Intravenous access, ECG, pulse oximetry and blood pressure monitoring are established. The block tray is set up as previously outlined. The ultrasound machine and block tray should be placed in positions which allow the operator to simultaneously scan the patient and take items from the block tray with minimal movement. This setup may take some forethought but is a worthwhile exercise, and will facilitate successful regional anesthesia.

The operator stands on the side to be blocked with the patient in a supine position. The skin is disinfected with antiseptic solution and draped. A sterile sheath (CIVCO Medical Instruments, Kalona, IA, USA) is applied over the ultrasound transducer with sterile ultrasound gel (Aquasonic, Parker Laboratories, Fairfield, NJ, USA). Another layer of sterile gel is placed between the sterile sheath and the skin. The abdominal wall is scanned with a 6–13 MHz linear transducer. The ultrasound screen should be made to look like the scanning field, i.e. the right side of the screen represents the right side of the field. Adjustable ultrasound variables such as scanning mode, depth of field, and gain are optimized.

Injection point is 5 cm cranial and posterior to the anterior superior iliac spine. The nerves are kept in the center of the field of view, and the needle entry site is at the center of the linear transducer (out-of-plane) (Fig. 35.7).

A 23-gauge needle is advanced under real-time ultrasound guidance and local anesthetic is deposited along the needle entry path. A freehand technique rather than the use of a needle guide is preferred. A 21-GA × 50-mm insulated needle (B. Braun, Bethlehem PA) is inserted perpendicular to the axis of the beam of the ultrasound transducer.

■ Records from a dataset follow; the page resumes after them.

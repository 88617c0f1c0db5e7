"""Scenario files (TOML): what to run, validated into SI values with one clear message per error.

A scenario names the plant, controller and reference plugins with their parameters, the load
profile, the shaping filter, interlocks, timing, mode and seed. See docs/scenarios.md.

Every value may be a number (SI) or a quantity string such as ``"200 uH"``. A mistake raises
:class:`~hilrig.runtime.errors.ScenarioError` whose message names the file, the key, the value with
its unit, what was expected and, for unknown names, the closest known ones.
"""
from __future__ import annotations

import difflib
import json
import math
import unicodedata
from dataclasses import dataclass, field
from pathlib import Path
from typing import Any

import numpy as np

try:
    import tomllib
except ModuleNotFoundError:  # Python 3.10
    import tomli as tomllib

from hilrig.plugins.base import ChoiceParam, Param, TableParam
from hilrig.safety import faults as fault_kinds
from hilrig.safety.faults import Fault
from hilrig.runtime.sensors import Sensor
from hilrig.safety.interlocks import (SIDE_ABOVE, SIDE_BELOW, SIDE_CROSS, SIDE_FROZEN, SIDE_MAGNITUDE,
                                      Interlock)

from . import registry, waveforms
from .errors import PluginError, ScenarioError, UnitError
from .units import parse_quantity

MODES = ("sil", "paced")
#: bridge modes are chosen on the command line (hilrig run --bridge ADDRESS --mode ...)
PLANNED_MODES = ("lockstep", "free-running")

TOP_KEYS = {"title", "description", "demo_data", "mode", "seed", "timing", "plant", "controller",
            "reference", "shaping", "load", "limits", "interlocks", "initial", "recording",
            "faults", "resets", "watchdogs", "paced", "safe_state", "sensors", "design", "units",
            "bridge"}
#: ``[design] defaults``: designed from the plant, or the plugin's declared numbers
DESIGN_DEFAULTS = ("plant", "declared")
DESIGN_DEFAULT = {"v_range": None, "p_range": None, "defaults": "plant"}
TIMING = {"Ts": ("s", 50e-6, (1e-7, 1.0)), "substeps": ("-", 4, (1, 1000)),
          "duration": ("s", 1.0, (1e-6, 1e6))}
#: sample-to-actuation delay in control periods (docs/design-notes.md, "Digital-control delay")
ACTUATION_DELAYS = (0.0, 0.5, 1.0, 1.5, 2.0)
DEFAULT_ACTUATION_DELAY = 0.0
#: the trip's safe actions (safety/interlocks.py SAFE_ACTIONS) and the default
SAFE_ACTION_NAMES = ("gate_block", "zero_voltage")
DEFAULT_SAFE_ACTION = "gate_block"
#: "adaptive": RK4 sub-steps refined where the plant is stiff (runtime/loop.py); "fixed": the
#: given substeps only, for comparison (a stiff run may then end in a plant integration error)
TIMING_CHOICES = {"integration": ("adaptive", "fixed")}
SHAPING = {"order": ("-", 5, (4, 12)), "pole": ("rad/s", 7500.0, (1.0, 1e7)),
           "slew_rate": ("V/s", 2e5, (1e-3, 1e9))}
#: [shaping] keys that default to "auto" (derived from the plant; the numbers above are the
#: fallback where the plant or the loop gives nothing to derive them from)
SHAPING_AUTO = ("pole", "slew_rate")
LIMITS = {"v_collapse": ("V", 25.0, (0.0, 1e5)), "safe_u": ("V", 0.0, (-1e5, 1e5))}
RECORDING = {"chunk": ("s", 1.0, (1e-4, 3600.0))}
RECORDING_CHOICES = {"compression": ("none", "gzip")}
LOAD_COLUMNS = {"P": "W", "R": "ohm", "I": "A"}
INTERLOCK_KEYS = {"signal", "above", "below", "magnitude_above", "frozen", "cross_check", "band",
                  "drop", "debounce", "action"}
DROP_KEYS = {"current", "R", "L"}
INTERLOCK_SIDES = ("above", "below", "magnitude_above", "frozen", "cross_check")
#: watchdogs: overrun budget 0 = off; stale limit 0 = automatic (20 periods, at least 50 ms)
WATCHDOGS = {"overrun_budget": ("s", 0.0, (0.0, 10.0)), "overrun_ticks": ("-", 1, (1, 1_000_000)),
             "stale_limit": ("s", 0.0, (0.0, 60.0)), "max_gap": ("-", 10, (1, 1_000_000)),
             "peer_timeout": ("s", 1.0, (1e-3, 600.0))}
#: paced runs: the timing limits a run is judged by (docs/scenarios.md says why these defaults)
#: and the real-time requests to the operating system (SCHED_FIFO priority; see runtime/live/paced.py)
PACED = {"miss_share_max": ("-", 0.01, (0.0, 1.0)), "max_lateness": ("s", 1e-3, (0.0, 10.0)),
         "realtime_priority": ("-", 49, (1, 99))}
PACED_FLAGS = {"realtime": True}
#: excitation: the plant's v_out state starts this far from its equilibrium (below: toward
#: collapse, the dangerous direction for a constant-power load), so that an unstable
#: equilibrium cannot pass as tracking; ``[initial] v_out_offset`` changes it, "0 V" = off
V_OUT_OFFSET_DEFAULT_TEXT = "-0.25 %"
V_OUT_OFFSET_DEFAULT = (-0.25, "%")
#: the largest offset a scenario may ask for: in percent of the start voltage, and in volts
#: (prepare() also refuses a voltage beyond V_OUT_OFFSET_MAX_PCT of the start voltage)
V_OUT_OFFSET_MAX_PCT = 10.0
V_OUT_OFFSET_MAX_V = 1e4
MAX_TICKS = 2_000_000_000
#: the deepest nesting of arrays and tables a scenario may have (its own tables need 4:
#: [[faults]] entries with a table of rows); deeper input is refused with a clear message
MAX_NESTING = 8


@dataclass
class PluginChoice:
    plugin: registry.Plugin
    values: dict[str, Any]
    #: the parameters the scenario (or an override) gives; the others are the plugin's defaults,
    #: which a controller's design may replace (runtime/analysis/design.py)
    given: frozenset = frozenset()


@dataclass
class Scenario:
    """A validated scenario: SI values only."""

    path: str
    text: str
    title: str
    description: str
    demo_data: bool
    mode: str
    seed: int
    Ts: float
    substeps: int
    duration: float
    plant: PluginChoice
    controller: PluginChoice
    reference: PluginChoice
    shaping: dict[str, float]
    load_t: np.ndarray
    load_v: np.ndarray  # (3, m): P [W], G [S], I [A]
    v_collapse: float
    safe_u: float
    interlocks: list[Interlock]
    v_out0: float | None
    #: start offset of the plant's v_out state from its equilibrium: (value, "%") in percent of
    #: the start voltage or (value, "V"); see V_OUT_OFFSET_DEFAULT and offset_volts()
    v_out_offset: tuple[float, str] = V_OUT_OFFSET_DEFAULT
    recording: dict[str, Any] = field(default_factory=dict)
    faults: list[Fault] = field(default_factory=list)
    #: times [s] at which a reset of a latched trip is requested (an operator's intended reset)
    resets: list[float] = field(default_factory=list)
    #: watchdog settings (WATCHDOGS keys, SI units)
    watchdogs: dict[str, float] = field(default_factory=lambda: {
        k: float(v[1]) for k, v in WATCHDOGS.items()})
    #: paced settings (PACED and PACED_FLAGS keys, SI units): timing limits, real-time requests
    paced: dict[str, Any] = field(default_factory=lambda: {
        **{k: v[1] for k, v in PACED.items()}, **PACED_FLAGS})
    #: "adaptive" (stiffness-aware RK4 sub-steps) or "fixed" (timing.integration)
    integration: str = "adaptive"
    #: sample-to-actuation delay [control periods] (timing.actuation_delay)
    actuation_delay: float = DEFAULT_ACTUATION_DELAY
    #: the trip's safe state: {"action": "gate_block" | "zero_voltage", "contactor_delay_s":
    #: seconds after the trip at which the output contactor opens, or None (never)}
    safe_state: dict[str, Any] = field(default_factory=lambda: {
        "action": DEFAULT_SAFE_ACTION, "contactor_delay_s": None})
    #: the overrides this run took and those it did not (a candidate of compare or envelope
    #: that lacks a controller parameter): {"applied": [{"key", "value"}], "not_applied":
    #: [{"key", "value", "reason"}]}, values in TOML's notation; summary.json keeps it
    overrides: dict[str, list] = field(default_factory=lambda: {"applied": [], "not_applied": []})
    #: the sensor chain per measured signal (``[[sensors]]``; none: exact measurements)
    sensors: list[Sensor] = field(default_factory=list)
    #: ``[design]``: the operating range a controller's defaults are designed for,
    #: {"v_range": (lo, hi) V or None, "p_range": (lo, hi) W or None, "defaults": "plant" |
    #: "declared"}; None ranges are derived from the scenario (runtime/analysis/design.py)
    design: dict[str, Any] = field(default_factory=lambda: dict(DESIGN_DEFAULT))
    #: ``[units]``: paralleled units on one bus (runtime/multi/spec.py UnitsSpec), or None
    units: Any = None

    @property
    def stale_limit_s(self) -> float:
        """The bridge staleness limit: as set, or 20 periods and at least 50 ms."""
        set_ = self.watchdogs.get("stale_limit", 0.0)
        return set_ if set_ > 0 else max(20 * self.Ts, 0.05)

    def offset_volts(self, v_start: float) -> float:
        """The start offset of v_out [V] for the start voltage ``v_start``."""
        value, unit = self.v_out_offset
        return value / 100.0 * v_start if unit == "%" else value

    @property
    def n_ticks(self) -> int:
        return int(round(self.duration / self.Ts))


class _Ctx:
    """Carries the file name for messages."""

    def __init__(self, name: str, base: Path = Path(".")):
        self.name = name
        self.base = base
        #: the keys an override gave (a plugin key unknown there is refused naming it)
        self.overridden: set[str] = set()

    def fail(self, key: str, msg: str) -> ScenarioError:
        return ScenarioError(f"{self.name}: {key}{msg}")

    def unknown(self, key: str, name: str, known) -> ScenarioError:
        known = sorted(known)
        where = f"{key}.{name}" if key else name
        return ScenarioError(f"{self.name}: unknown key {where!r}{_hint(str(name), known)} "
                             f"(allowed: {', '.join(known)})")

The needle is attached to sterile extension tubing, which is connected to a 20-mL syringe and flushed with local anesthetic solution to remove all air from the system. It is important not to advance the needle without good visualization. This may require needle or transducer adjustment.

Once the needle has been placed within the correct muscular plane adjacent to the nerves, 3–5 mL of local anesthetic solution is injected. Needle placement in the correct plane is indicated by fluid expansion in a space bounded by the hyperechoic fascial sheath of the internal oblique and transverse abdominis muscle layers (hydro dissect) (Fig. 35.8). Incorrect needle placement will result in intramuscular fluid during hydrodissection (Fig. 35.9).

Genitofemoral nerve block

Sonoanatomy

A high frequency linear transducer is used. The orientation of the transducer is perpendicular to the inguinal ligament. The final position of the transducer is 2 cm lateral to the pubic tubercle. The spermatic cord, which is oval or circular in shape with 1 or 2 arteries within it (the testicular artery and the artery to vas deferens), is identifed. In the female, the round ligament is identified (Fig. 35.11). It is possible also to start scanning with the transducer at the internal inguinal ring, at which the femoral artery can be visualized in the longitudinal scan (along the length of the femoral artery). By moving the ultrasound transducer in the cephalad direction, the artery is seen diving deep toward the inguinal ligament. At this point, an oval or circular structure can easily be seen superficial to the femoral artery. The transducer is then moved slightly in the medial direction away from the femoral artery. The genital branch of the genitofemoral nerve is not easily identified.